• PROBLEM DETAILS: Two lines in the listing below mark the span: one contains "pid reused by" and one contains "<< child.pid <<". Reproduce both of them and everything between, exactly.
*** SOURCE DATA ***
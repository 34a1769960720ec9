// One run per output folder (base/output_lock.hpp): live holders refused,
// stale ones (process gone, or garbled lock) replaced, other hosts honoured.
// The holders are real processes: a sleeping child (/bin/sleep) and a child
// that has exited and been reaped.
#include <catch2/catch.hpp>

#include <signal.h>
#include <sys/wait.h>
#include <unistd.h>

#include <filesystem>
#include <fstream>
#include <string>

#include "cullcast/base/error.hpp"
#include "cullcast/base/output_lock.hpp"
#include "../support/scratch_folder.hpp"

namespace fs = std::filesystem;
using cullcast::OutputBusyError;
using cullcast::OutputLock;
using Catch::Matchers::Contains;

namespace {

// This process's scratch folders, removed when the test program ends
// (children here exec or _exit, so only this process removes it).
const cullcast::test::ScratchFolder scratch_root("lock");

fs::path scratch(const std::string& name) {
  const fs::path dir = scratch_root.dir / name;
  fs::remove_all(dir);
  fs::create_directories(dir);
  return dir;
}

void write_lock(const fs::path& dir, long pid, const std::string& host) {
  std::ofstream(dir / OutputLock::kFileName) << "pid=" << pid << "\nhost=" << host
                                             << "\nstarted=2026-12-02T01:00:00Z\ncommand=disperse\n";
}

// A child process that sleeps until killed.
struct SleepingChild {
  pid_t pid = ::fork();
  SleepingChild() {
    if (pid == 0) {
      ::execl("/bin/sleep", "sleep", "600", static_cast<char*>(nullptr));
      ::_exit(127);
    }
  }
  ~SleepingChild() {
    ::kill(pid, SIGKILL);
    ::waitpid(pid, nullptr, 0);
  }
};

// The pid of a process that has exited and been reaped: nobody holds it now
// (unless the system reuses the number within microseconds).
long gone_pid() {
  const pid_t pid = ::fork();
  if (pid == 0) ::_exit(0);
  ::waitpid(pid, nullptr, 0);
  return pid;
}

std::string this_host() { return OutputLock::self("test").host; }

}  // namespace

TEST_CASE("an output folder is locked while a run holds it and released after") {
  const fs::path dir = scratch("basic") / "out";  // created by acquire
  {
    const OutputLock lock = OutputLock::acquire(dir, "disperse");
    REQUIRE(fs::exists(dir / OutputLock::kFileName));
    CHECK(lock.stale_note().empty());
    const auto holder = OutputLock::read_holder(lock.file());
    CHECK(holder.pid == ::getpid());
    CHECK(holder.command == "disperse");
    CHECK(holder.proc_start >= 0);
    // A second run (here: this process again) is refused while the lock is held.
    CHECK_THROWS_AS(OutputLock::acquire(dir, "connect"), OutputBusyError);
  }
  CHECK_FALSE(fs::exists(dir / OutputLock::kFileName));
  CHECK_NOTHROW(OutputLock::acquire(dir, "connect"));
}

TEST_CASE("a lock held by a live process is refused with the folder and the pid") {
  const fs::path dir = scratch("live");
  SleepingChild child;
  REQUIRE(child.pid > 0);
  write_lock(dir, child.pid, this_host());
  try {
    (void)OutputLock::acquire(dir, "run");
    FAIL("the lock of a live process was taken");
  } catch (const OutputBusyError& e) {
    CHECK_THAT(e.what(), Contains(dir.string()));
    CHECK_THAT(e.what(), Contains("process " + std::to_string(child.pid)));
    CHECK_THAT(e.what(), Contains(this_host()));
  }
  // The holder's lock is left alone.
  CHECK(OutputLock::read_holder(dir / OutputLock::kFileName).pid == child.pid);
}

TEST_CASE("a lock whose process has ended is reported and replaced") {
  const fs::path dir = scratch("stale");
  const long pid = gone_pid();
  write_lock(dir, pid, this_host());
  const OutputLock lock = OutputLock::acquire(dir, "disperse");
  CHECK_THAT(lock.stale_note(), Contains("stale"));
  CHECK_THAT(lock.stale_note(), Contains("process " + std::to_string(pid)));
  CHECK(OutputLock::read_holder(lock.file()).pid == ::getpid());
}

TEST_CASE("a killed holder that is not yet reaped (zombie) counts as gone") {
  const fs::path dir = scratch("zombie");
  const pid_t pid = ::fork();
  if (pid == 0) ::_exit(0);
  // Wait until the child has exited, without reaping it.
  siginfo_t info{};
  REQUIRE(::waitid(P_PID, static_cast<id_t>(pid), &info, WEXITED | WNOWAIT) == 0);
  write_lock(dir, pid, this_host());
  CHECK_NOTHROW(OutputLock::acquire(dir, "disperse"));
  ::waitpid(pid, nullptr, 0);
}

TEST_CASE("a pid reused by a later process does not keep a lock alive") {
  const fs::path dir = scratch("reused");
  SleepingChild child;
  // The lock names the live child's pid but another process start time.
  std::ofstream(dir / OutputLock::kFileName) << "pid=" << child.pid << "\nhost=" << this_host()
                                             << "\nproc_start=1\ncommand=run\n";
  CHECK_NOTHROW(OutputLock::acquire(dir, "disperse"));
}

TEST_CASE("a lock from another host is honoured, and a garbled lock is replaced") {
  const fs::path dir = scratch("remote");
  write_lock(dir, 12345, "another-host.invalid");
  CHECK_THROWS_WITH(OutputLock::acquire(dir, "run"), Contains("another-host.invalid"));
  std::ofstream(dir / OutputLock::kFileName) << "not a lock file\n";
  const OutputLock lock = OutputLock::acquire(dir, "run");
  CHECK_THAT(lock.stale_note(), Contains("unreadable"));
}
*** End of SOURCE DATA ***
• SOLUTION TO THE EXERCISE:
TEST_CASE("a pid reused by a later process does not keep a lock alive") {
  const fs::path dir = scratch("reused");
  SleepingChild child;
  // The lock names the live child's pid but another process start time.
  std::ofstream(dir / OutputLock::kFileName) << "pid=" << child.pid << "\nhost=" << this_host()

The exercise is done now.